Como el propio Santiago Sanz (Alicante, 1980) cuenta en su página web oficial, pocos meses después de su nacimiento comenzó a tener dificultades en los movimientos típicos como andar o moverse con naturalidad. Su psicomotricidad no era la que un niño suele tener a esa casi inexistente edad y sus padres no esperaron más para conocer qué le pasaba realmente a Sanz. Básicamente, el destino quiso ser cruel. Sanz sufría la enfermedad neurológica de Charcot Marie Tooth, que afecta a 1 de cada 2.500 personas en el mundo. La enfermedad o síndrome de Charcot Marie Tooth comienza a deformar nuestro cuerpo de forma gradual. Algunos casos se dan desde los 10 años, otros desde los 50 ó 60. A Sanz le tocó sufrirlo desde pequeño. De hecho, a los 13 años ya no podía caminar. La silla de ruedas iba a tomar protagonismo en su vida. Su vida había cambiado de forma injusta, sí, pero Sanz le dio el giro inesperado.

SANTISANZ

Sanz cambió la forma de ver su vida. El pequeño Santiago Sanz se dio cuenta de que en estos casos hay dos formas de verlo y decidió la mejor, la de seguir adelante en lugar de quedarse con la realidad y cumplir un sueño, el suyo, el de ser atleta profesional. Su pueblo, Albatera, se convirtió de repente en una zona de entrenamiento para uno de los atletas paralímpicos que más reconocimientos y títulos ha conseguido en España y en el mundo. Pero Sanz no solo quería formarse deportivamente hablando, sino que también tuvo tiempo para convertirse en Licenciado en Ciencias de la Actividad Física y el Deporte por la Universidad de Valencia y en Entrenador Nacional de Atletismo.

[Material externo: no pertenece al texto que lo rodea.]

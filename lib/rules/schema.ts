import { z } from 'zod';

/** A freezing point in °C, at the 0.0001 °C resolution the product stores. */
const freezingPoint = z
  .number({ error: 'must be a number in °C' })
  .min(-1, 'must be at least −1.000 °C')
  .max(0, 'must be at most 0.000 °C');

const positiveCelsius = z.number({ error: 'must be a number in °C' }).positive('must be greater than zero').max(0.1, 'must be at most 0.100 °C');

/** The scheme's rules: the limits, method precision, decision rule, deadlines and money, as one versioned document. */
export const schemeRulesSchema = z
  .object({
    name: z.string().trim().min(3, 'give the scheme a name').max(120),
    currency: z.string().regex(/^[A-Z]{3}$/, 'a three-letter currency code such as EUR'),
    display: z.object({
      scale: z.enum(['celsius', 'hortvet']),
      hortvetConversion: z.enum(['factor', 'sucrose_line']),
    }),
    limits: z.object({ upper: freezingPoint, lower: freezingPoint.optional() }),
    precision: z.object({ r: positiveCelsius, R: positiveCelsius }),
    decisionRule: z.enum(['simple', 'guarded_rejection', 'guarded_acceptance']),
    onDisagreement: z.enum(['third_laboratory', 'referee_decides']),
    referenceFreezingPoint: freezingPoint.refine((v) => v < 0, 'must be below 0.000 °C'),
    adjustThresholdPercent: z.number().min(0).max(100),
    // Beyond the upper limit, loads whose added water reaches this share are rejected; below it, deducted.
    rejectionAddedWaterPercent: z.number().min(0).max(100),
    calibration: z.object({
      nominal: freezingPoint,
      readings: z.number().int().min(1).max(20),
      tolerance: positiveCelsius,
      required: z.number().int().min(1).max(20),
      validHours: z.number().int().min(1).max(24 * 31),
      allowUnfitWithWarning: z.boolean(),
    }),
    sample: z.object({
      validHours: z.number().int().min(1).max(24 * 30),
      storageRange: z.object({ min: z.number().min(-5).max(20), max: z.number().min(-5).max(20) }),
    }),
    deadlines: z.object({
      contestHours: z.number().int().min(1).max(24 * 30),
      dispatchHours: z.number().int().min(1).max(24 * 7),
      decisionWorkingDays: z.number().int().min(1).max(60),
    }),
    money: z.object({
      milkPricePerLitre: z.number().positive().max(100),
      deduction: z.enum(['added_water_share']),
      refereeFee: z.number().min(0).max(100000),
      feeBorneBy: z.enum(['losing_party', 'plant', 'supplier']),
    }),
  })
  .superRefine((rules, ctx) => {
    if (rules.precision.r > rules.precision.R) {
      ctx.addIssue({ code: 'custom', path: ['precision', 'r'], message: 'the repeatability limit r cannot exceed the reproducibility limit R' });
    }
    if (rules.limits.lower !== undefined && rules.limits.lower >= rules.limits.upper) {
      ctx.addIssue({ code: 'custom', path: ['limits', 'lower'], message: 'the lower limit must be colder than the upper limit' });
    }
    if (rules.calibration.required > rules.calibration.readings) {
      ctx.addIssue({ code: 'custom', path: ['calibration', 'required'], message: 'cannot require more readings within tolerance than are taken' });
    }
    if (rules.sample.storageRange.min > rules.sample.storageRange.max) {
      ctx.addIssue({ code: 'custom', path: ['sample', 'storageRange', 'min'], message: 'the minimum must not exceed the maximum' });
    }
  });

export type SchemeRules = z.infer<typeof schemeRulesSchema>;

Su primera actuación en el panorama deportivo internacional llegó con el inicio del nuevo mileno. En el año 2000, Sidney fue testigo del alto nivel deportivo de Santiago Sanz. Especializado en todo lo relacionado con los maratones y pruebas de fondo adaptado (400 metros, 800 metros, maratones…), Sanz logró el billete a los Juegos Olímpicos de Sidney en Murcia y casi sobre la bocina. Sin ir más lejos, ese día es el momento deportivo más especial para él. Ya en los Juegos Olímpicos, Sanz consolidó su esfuerzo en tierras murcianas llevándose la medalla de plata en 5.000 metros y el bronce 800 metros. Desde entonces, su carrera no hizo que mejorar consolidándose ya a nivel mundial en el año 2004 y confirmándolo en los Mundiales de Holanda 2006.

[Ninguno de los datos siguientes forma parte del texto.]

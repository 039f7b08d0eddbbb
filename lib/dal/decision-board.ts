import 'server-only';
import { and, asc, eq, gte, inArray, isNull, sql } from 'drizzle-orm';
import type { DbOrTx } from '@/db/client';
import { decision, delivery, disputeCase, instrument, intakeResult, measurementSet, organisation } from '@/db/schema';
import type { Actor } from '@/lib/auth/actor';
import { can } from '@/lib/auth/permissions';
import { AppError } from '@/lib/errors';
import { fromTenthMilliC } from '@/lib/temperature';
import { rulesInForce } from './rules';

const DAY = 86_400_000;

export type OutcomeCounts = { uphold: number; reverse: number; adjust: number };
export type BoardOverview = {
  boardName: string;
  decided: number;
  byMonth: ({ month: string } & OutcomeCounts)[];
  byLaboratory: ({ laboratory: string } & OutcomeCounts)[];
  byInstrument: { instrument: string; months: ({ month: string } & OutcomeCounts)[]; total: OutcomeCounts }[];
  suppliers: {
    id: string;
    name: string;
    days: { day: string; mean: number; warmest: number; loads: number }[];
    disputed: { day: string; value: number; caseNumber: string; status: string }[];
  }[];
  upperLimit: number | null;
  historyDays: number;
};

const empty = (): OutcomeCounts => ({ uphold: 0, reverse: 0, adjust: 0 });
function add(counts: OutcomeCounts, outcome: string) {
  if (outcome === 'uphold' || outcome === 'reverse' || outcome === 'adjust') counts[outcome] += 1;
}

/**
 * The board's overview of its own cases: how its decisions fall by outcome over time, by referee
 * laboratory and by the plant instrument that made the contested intake result (a result reversed
 * often points at that instrument), and the freezing-point history of each supplier that has a case
 * before the board, as daily means and warmest loads against the limit. Superseded decisions count
 * once, as corrected.
 */
export async function boardOverview(db: DbOrTx, actor: Actor, options: { historyDays?: number; now?: Date } = {}): Promise<BoardOverview> {
  if (!can(actor.role, 'case', 'decide')) throw new AppError('not_found', 'That page was not found.');
  const historyDays = options.historyDays ?? 60;
  const now = options.now ?? new Date();
  const board = actor.organisationId;

  const rows = await db
    .select({
      id: decision.id,
      outcome: decision.outcome,
      signedAt: decision.signedAt,
      supersedesId: decision.supersedesId,
      laboratory: organisation.name,
      instrumentSerial: instrument.serialNumber,
      instrumentDescription: instrument.description,
    })
    .from(decision)
    .innerJoin(disputeCase, eq(disputeCase.id, decision.caseId))
    .innerJoin(intakeResult, eq(intakeResult.id, disputeCase.intakeResultId))
    .innerJoin(measurementSet, eq(measurementSet.id, intakeResult.measurementSetId))
    .innerJoin(instrument, eq(instrument.id, measurementSet.instrumentId))
    .leftJoin(organisation, eq(organisation.id, disputeCase.labOrganisationId))
    .where(eq(disputeCase.boardOrganisationId, board))
    .orderBy(asc(decision.signedAt));
  const superseded = new Set(rows.map((r) => r.supersedesId).filter((id): id is string => id !== null));
  const current = rows.filter((r) => !superseded.has(r.id));

  const months = new Map<string, OutcomeCounts>();
  const labs = new Map<string, OutcomeCounts>();
  const instruments = new Map<string, { months: Map<string, OutcomeCounts>; total: OutcomeCounts }>();
  for (const r of current) {
    const month = r.signedAt.toISOString().slice(0, 7);
    if (!months.has(month)) months.set(month, empty());
    add(months.get(month)!, r.outcome);
    const lab = r.laboratory ?? 'no laboratory';
    if (!labs.has(lab)) labs.set(lab, empty());
    add(labs.get(lab)!, r.outcome);
    const name = `${r.instrumentSerial} · ${r.instrumentDescription}`;
    if (!instruments.has(name)) instruments.set(name, { months: new Map(), total: empty() });
    const entry = instruments.get(name)!;
    if (!entry.months.has(month)) entry.months.set(month, empty());
    add(entry.months.get(month)!, r.outcome);
    add(entry.total, r.outcome);
  }

  const supplierRows = await db
    .selectDistinct({ id: organisation.id, name: organisation.name })
    .from(disputeCase)
    .innerJoin(organisation, eq(organisation.id, disputeCase.supplierOrganisationId))
    .where(eq(disputeCase.boardOrganisationId, board))
    .orderBy(asc(organisation.name));
  const supplierIds = supplierRows.map((s) => s.id);
  const since = new Date(now.getTime() - historyDays * DAY);
  const day = sql<string>`to_char(date_trunc('day', ${delivery.receivedAt} at time zone 'UTC'), 'YYYY-MM-DD')`;
  const [daily, disputed, rules] = await Promise.all([
    supplierIds.length
      ? db
          .select({
            supplierId: delivery.supplierOrganisationId,
            day,
            mean: sql<string>`avg(${intakeResult.valueTenthMilliC})`,
            warmest: sql<number>`max(${intakeResult.valueTenthMilliC})`,
            loads: sql<number>`count(*)`,
          })
          .from(intakeResult)
          .innerJoin(delivery, eq(delivery.id, intakeResult.deliveryId))
          .where(and(inArray(delivery.supplierOrganisationId, supplierIds), isNull(intakeResult.supersededAt), gte(delivery.receivedAt, since)))
          .groupBy(delivery.supplierOrganisationId, day)
          .orderBy(day)
      : [],
    db
      .select({ supplierId: disputeCase.supplierOrganisationId, day, value: intakeResult.valueTenthMilliC, caseNumber: disputeCase.number, status: disputeCase.status })
      .from(disputeCase)
      .innerJoin(intakeResult, eq(intakeResult.id, disputeCase.intakeResultId))
      .innerJoin(delivery, eq(delivery.id, disputeCase.deliveryId))
      .where(and(eq(disputeCase.boardOrganisationId, board), gte(delivery.receivedAt, since)))
      .orderBy(day),
    rulesInForce(db, now),
  ]);

  const [boardRow] = await db.select({ name: organisation.name }).from(organisation).where(eq(organisation.id, board));
  const counts = (map: Map<string, OutcomeCounts>) => [...map].map(([key, value]) => ({ key, ...value }));
  return {
    boardName: boardRow?.name ?? actor.organisationName,
    decided: current.length,
    byMonth: counts(months).map(({ key, ...c }) => ({ month: key, ...c })),
    byLaboratory: counts(labs).map(({ key, ...c }) => ({ laboratory: key, ...c })),
    byInstrument: [...instruments].map(([name, entry]) => ({ instrument: name, months: counts(entry.months).map(({ key, ...c }) => ({ month: key, ...c })), total: entry.total })),
    suppliers: supplierRows.map((s) => ({
      id: s.id,
      name: s.name,
      days: daily.filter((d) => d.supplierId === s.id).map((d) => ({ day: d.day, mean: fromTenthMilliC(Math.round(Number(d.mean))), warmest: fromTenthMilliC(Number(d.warmest)), loads: Number(d.loads) })),
      disputed: disputed.filter((d) => d.supplierId === s.id).map((d) => ({ day: d.day, value: fromTenthMilliC(d.value), caseNumber: d.caseNumber, status: d.status })),
    })),
    upperLimit: rules?.rules.limits.upper ?? null,
    historyDays,
  };
}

Cuatro años después de que Sanz se apuntara las primeras medallas en unos Juegos Olímpicos, el atleta se destapó ante el mundo del deporte consiguiendo no solo victorias sino también récords mundiales. El alicantino rompió los récords nacionales de 800 metros (2´01´´43) y 1500 metros (3´39´´63), batió los récords del mundo en carretera en 5.000 metros (11´55´´) y 10.000 metros. (24´14´´) y fue campeón de Europa de 800 y 1.500 metros. Aquel año 2004, Sanz puso la guinda al pastel al recibir la medalla al mérito deportivo por la Comunidad Valenciana y al ser nombrado como el mejor deportista de la provincia de Alicante.

La carrera de Santiago Sanz es un ascenso constante. De las 18 medallas que ha conseguido durante su carrera profesional, 9 son de oro, 4 de plata y 5 de bronce. Sanz ha participado en dos Juegos Olímpicos (Sidney 2000 y Atenas 2004), en tres Mundiales (Francia 2002, Holanda 2006 y Reino Unido 2015) y en tres Europeos (Suiza 2001, Holanda 2003 y Finlandia 2005).

Pero lo mejor de Santiago Sanz no está en las vitrinas ni en su museo deportivo personal. La grandeza de Santiago Sanz es su capacidad para darle la vuelta a una situación de gravedad extrema como la enfermedad que arrastra desde pequeño para después cumplir su sueño de ser atleta profesional y además de ser uno de los mejores no solo del panorama español sino mundial. Sin duda, un ejemplo de superación.

Su forma de vida, resumida en una frase: “No hay que imponerse límites. Tenemos que explorar nosotros mismos nuestros límites”.